I'd use something like:
REGEX = /\.(?:mil|gov)$/
%w[
jane.doe@navy.mil
barak.obama@whitehouse.gov
john.doe@usa.army.mil
family@example.com
].each do |addr|
puts '"%s" %s' % [addr, (addr[REGEX] ? 'matches' : "doesn't match")]
end
# >> "jane.doe@navy.mil" matches
# >> "barak.obama@whitehouse.gov" matches
# >> "john.doe@usa.army.mil" matches
# >> "family@example.com" doesn't match
If you know the TLD you want is always at the end of the string, then a simple pattern that matches just that is fine.
This works because addr[REGEX]
uses String's []
method which applies the pattern to the string and returns the match or nil:
'foo'[/oo/] # => "oo"
'bar'[/oo/] # => nil
If you want to capture everything before the TLD:
REGEX = /(.+)\.(?:mil|gov)$/
%w[
jane.doe@navy.mil
barak.obama@whitehouse.gov
john.doe@usa.army.mil
family@example.com
].map do |addr|
puts addr[REGEX, 1]
end
# >> jane.doe@navy
# >> barak.obama@whitehouse
# >> john.doe@usa.army
# >>
Using it in a more "production-worthy" style:
SELECT_PATTERN = '\.(?:mil|gov)$' # => "\\.(?:mil|gov)$"
CAPTURE_PATTERN = "(.+)#{ SELECT_PATTERN }" # => "(.+)\\.(?:mil|gov)$"
SELECT_REGEX, CAPTURE_REGEX = [SELECT_PATTERN, CAPTURE_PATTERN].map{ |s|
Regexp.new(s)
}
SELECT_REGEX # => /\.(?:mil|gov)$/
CAPTURE_REGEX # => /(.+)\.(?:mil|gov)$/
addrs = %w[
jane.doe@navy.mil
barak.obama@whitehouse.gov
john.doe@usa.army.mil
family@example.com
].select{ |addr|
addr[SELECT_REGEX]
}.map { |addr|
addr[CAPTURE_REGEX, 1]
}
puts addrs
# >> jane.doe@navy
# >> barak.obama@whitehouse
# >> john.doe@usa.army
Similarly, you could do it without a regular expression:
TLDs = %w[.mil .gov]
%w[
jane.doe@navy.mil
barak.obama@whitehouse.gov
john.doe@usa.army.mil
family@example.com
].each do |addr|
puts '"%s" %s' % [ addr, TLDs.any?{ |tld| addr.end_with?(tld) } ]
end
# >> "jane.doe@navy.mil" true
# >> "barak.obama@whitehouse.gov" true
# >> "john.doe@usa.army.mil" true
# >> "family@example.com" false
And:
TLDs = %w[.mil .gov]
addrs = %w[
jane.doe@navy.mil
barak.obama@whitehouse.gov
john.doe@usa.army.mil
family@example.com
].select{ |addr|
TLDs.any?{ |tld| addr.end_with?(tld) }
}.map { |addr|
addr.split('.')[0..-2].join('.')
}
puts addrs
# >> jane.doe@navy
# >> barak.obama@whitehouse
# >> john.doe@usa.army
end_with?
returns a true/false whether the string ends with that substring, which is faster than using the equivalent regular expression. any?
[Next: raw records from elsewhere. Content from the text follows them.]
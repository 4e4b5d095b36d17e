//! Judging a rule: hit rates, regret, winner's curse and the distribution of
//! its choices against a target, with Monte Carlo standard errors.

use super::Outcomes;
use crate::portfolio::BookSums;
use crate::rule::{PerRule, Rule};
use crate::simulate::Setup;
use crate::stats::{BAND_LEVELS, Moments, Proportion, quantile_discrete, quantile_sorted};
use crate::stats::{argmax1, near_set};
use serde::Serialize;

/// Study results for one rule.
#[derive(Debug, Clone, Serialize)]
pub struct RuleStats {
    /// What the rule does.
    pub description: String,
    /// `P(n̂ = n*)`.
    pub hit_rate: f64,
    /// Its Monte Carlo standard error.
    pub hit_rate_se: f64,
    /// Its 95 % Wilson interval.
    pub hit_rate_ci: [f64; 2],
    /// `P(|n̂ − n*| ≤ 1)`.
    pub near_hit_rate: f64,
    /// Its Monte Carlo standard error.
    pub near_hit_rate_se: f64,
    /// Its 95 % Wilson interval.
    pub near_hit_rate_ci: [f64; 2],
    /// `P(n̂ in the near-best set)`.
    pub near_best_rate: f64,
    /// Its Monte Carlo standard error.
    pub near_best_rate_se: f64,
    /// Its 95 % Wilson interval.
    pub near_best_rate_ci: [f64; 2],
    /// Mean regret `H(n*) − H(n̂)` in IC units.
    pub regret_mean: f64,
    /// Its Monte Carlo standard error.
    pub regret_mean_se: Option<f64>,
    /// Mean relative regret `(H(n*) − H(n̂)) / H(n*)`.
    pub regret_rel_mean: f64,
    /// Its Monte Carlo standard error.
    pub regret_rel_mean_se: Option<f64>,
    /// Quantiles 5, 25, 50, 75, 95 % of the relative regret.
    pub regret_rel_quantiles: Vec<f64>,
    /// Mean winner's curse: measured mean horizon IC at `n̂` minus `H(n̂)`.
    pub winners_curse_mean: f64,
    /// Its Monte Carlo standard error.
    pub winners_curse_mean_se: Option<f64>,
    /// How often each horizon was chosen (index 0 = horizon 1).
    pub choice_counts: Vec<u64>,
    /// Quantiles 5, 25, 50, 75, 95 % of the chosen horizon.
    pub choice_quantiles: Vec<f64>,
    /// Net-IR rule only: mean regret in basis points a year (IR given up times
    /// the target annual volatility, `portfolio.target_vol`).
    #[serde(skip_serializing_if = "Option::is_none")]
    pub regret_bps_year_mean: Option<f64>,
    /// Its Monte Carlo standard error over the study's histories.
    #[serde(skip_serializing_if = "Option::is_none")]
    pub regret_bps_year_mean_se: Option<f64>,
    /// Net-IR rule only: the standard error the reference simulation's truth
    /// adds to `regret_mean` (IR units), paired over the reference histories
    /// with the study's choice frequencies held fixed; independent of
    /// `regret_mean_se`, so the two combine as `sqrt(a² + b²)`.
    #[serde(skip_serializing_if = "Option::is_none")]
    pub regret_ref_se: Option<f64>,
    /// The same in basis points a year.
    #[serde(skip_serializing_if = "Option::is_none")]
    pub regret_bps_year_ref_se: Option<f64>,
}

impl RuleStats {
    /// The whole standard error of the mean regret in bps a year: study and
    /// reference errors combined (net-IR rule only).
    pub fn regret_bps_year_total_se(&self) -> Option<f64> {
        let study = self.regret_bps_year_mean_se?;
        Some(study.hypot(self.regret_bps_year_ref_se.unwrap_or(0.0)))
    }
}

/// Every rule's results, written `{"peak": …, "formula": …, "fitted": …, "net_ir": …}`.
#[derive(Debug, Clone, Serialize)]
pub struct RulesOut {
    /// The horizon rules.
    #[serde(flatten)]
    pub horizon: PerRule<RuleStats>,
    /// Holding length with the best measured net IR of the linear book.
    pub net_ir: RuleStats,
}

impl RulesOut {
    /// One rule's record.
    pub fn get(&self, rule: Rule) -> &RuleStats {
        match rule {
            Rule::NetIr => &self.net_ir,
            horizon => &self.horizon[horizon],
        }
    }
}

/// What a rule is judged against: the true value of each choice (1-based),
/// the best choice and the near-best set.
pub struct Target<'a> {
    /// True value per choice, `[n − 1]`.
    pub truth: &'a [f64],
    /// The best choice.
    pub best: usize,
    /// Choices within the tolerance of the best.
    pub near: &'a [usize],
}

/// Hit rates, regret and the distribution of `choice(p)` over all paths;
/// `measured(p, n)` is path `p`'s own estimate of the value of choice `n`
/// (for the winner's curse).
pub fn rule_stats(
    description: &str,
    target: &Target,
    paths: usize,
    choice: impl Fn(usize) -> usize,
    measured: impl Fn(usize, usize) -> f64,
) -> RuleStats {
    let (best, l, p) = (target.best, target.truth.len(), paths as u64);
    let v_best = target.truth[best - 1];
    let mut counts = vec![0u64; l];
    let (mut hit, mut near, mut in_set) = (0u64, 0u64, 0u64);
    let (mut regret, mut rel, mut curse) = (Moments::default(), Moments::default(), Moments::default());
    let mut rels = Vec::with_capacity(paths);
    let mut chosen = Vec::with_capacity(paths);
    for path in 0..paths {
        let n = choice(path);
        counts[n - 1] += 1;
        hit += u64::from(n == best);
        near += u64::from(n.abs_diff(best) <= 1);
        in_set += u64::from(target.near.contains(&n));
        let r = v_best - target.truth[n - 1];
        regret.push(r);
        rel.push(r / v_best);
        rels.push(r / v_best);
        chosen.push(n as f64);
        curse.push(measured(path, n) - target.truth[n - 1]);
    }
    rels.sort_by(f64::total_cmp);
    chosen.sort_by(f64::total_cmp);
    let (h, nh, nb) = (Proportion::new(hit, p), Proportion::new(near, p), Proportion::new(in_set, p));
    RuleStats {
        description: description.to_string(),
        hit_rate: h.rate,
        hit_rate_se: h.se,
        hit_rate_ci: h.ci,
        near_hit_rate: nh.rate,
        near_hit_rate_se: nh.se,
        near_hit_rate_ci: nh.ci,
        near_best_rate: nb.rate,
        near_best_rate_se: nb.se,
        near_best_rate_ci: nb.ci,
        regret_mean: regret.mean(),
        regret_mean_se: regret.se(),
        regret_rel_mean: rel.mean(),
        regret_rel_mean_se: rel.se(),
        regret_rel_quantiles: BAND_LEVELS.iter().map(|&q| quantile_sorted(&rels, q)).collect(),
        winners_curse_mean: curse.mean(),
        winners_curse_mean_se: curse.se(),
        choice_counts: counts,
        choice_quantiles: BAND_LEVELS.iter().map(|&q| quantile_discrete(&chosen, q)).collect(),
        regret_bps_year_mean: None,
        regret_bps_year_mean_se: None,
        regret_ref_se: None,
        regret_bps_year_ref_se: None,
    }
}

/// The net-IR rule at one-way cost `c`: each path's best holding length by
/// its own measured net IR, judged against the true net IR. The regret in
/// basis points a year is the IR given up times the target annual volatility
/// (`portfolio.target_vol`): the return lost when whichever book is chosen is
/// run at that risk (Grinold and Kahn, 2000: active return = IR × active risk).
///
/// `reference` holds the reference histories' sums, whose spread gives the
/// truth's own error in the regret.
pub fn net_ir_rule(
    setup: &Setup,
    truth_ir: &[f64],
    reference: &[Vec<BookSums>],
    c: f64,
    outcomes: &Outcomes,
) -> RuleStats {
    let ppy = setup.scenario.periods_per_year;
    let near = near_set(truth_ir, setup.scenario.near_best_tolerance);
    let target = Target { truth: truth_ir, best: argmax1(truth_ir), near: &near };
    let ir = |p: usize, n: usize| outcomes.books(p)[n - 1].ir(c, ppy);
    let l = truth_ir.len();
    let chosen: Vec<usize> =
        (0..outcomes.paths()).map(|p| argmax1(&(1..=l).map(|n| ir(p, n)).collect::<Vec<_>>())).collect();
    let mut stats = rule_stats(Rule::NetIr.describe(), &target, outcomes.paths(), |p| chosen[p], ir);
    let annual_vol_bps = setup.scenario.portfolio.target_vol * 1e4;
    let mut bps = Moments::default();
    for &n in &chosen {
        bps.push((truth_ir[target.best - 1] - truth_ir[n - 1]) * annual_vol_bps);
    }
    stats.regret_bps_year_mean = Some(bps.mean());
    stats.regret_bps_year_mean_se = bps.se();
    let share: Vec<f64> = stats.choice_counts.iter().map(|&k| k as f64 / chosen.len().max(1) as f64).collect();
    let mut by_reference = Moments::default();
    for path in reference {
        let best = path[target.best - 1].ir(c, ppy);
        by_reference.push((1..=l).map(|h| share[h - 1] * (best - path[h - 1].ir(c, ppy))).sum());
    }
    stats.regret_ref_se = by_reference.se();
    stats.regret_bps_year_ref_se = by_reference.se().map(|s| s * annual_vol_bps);
    stats
}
looks through the array looking for any matching condition and returns true/false.
If you have a long list of TLDs to check, using a well written regular expression can be very fast, possibly faster than using any?
. It all depends on your data and the number of TLDs to check so you'd need to run benchmarks against a sampling of your data to see which way to go.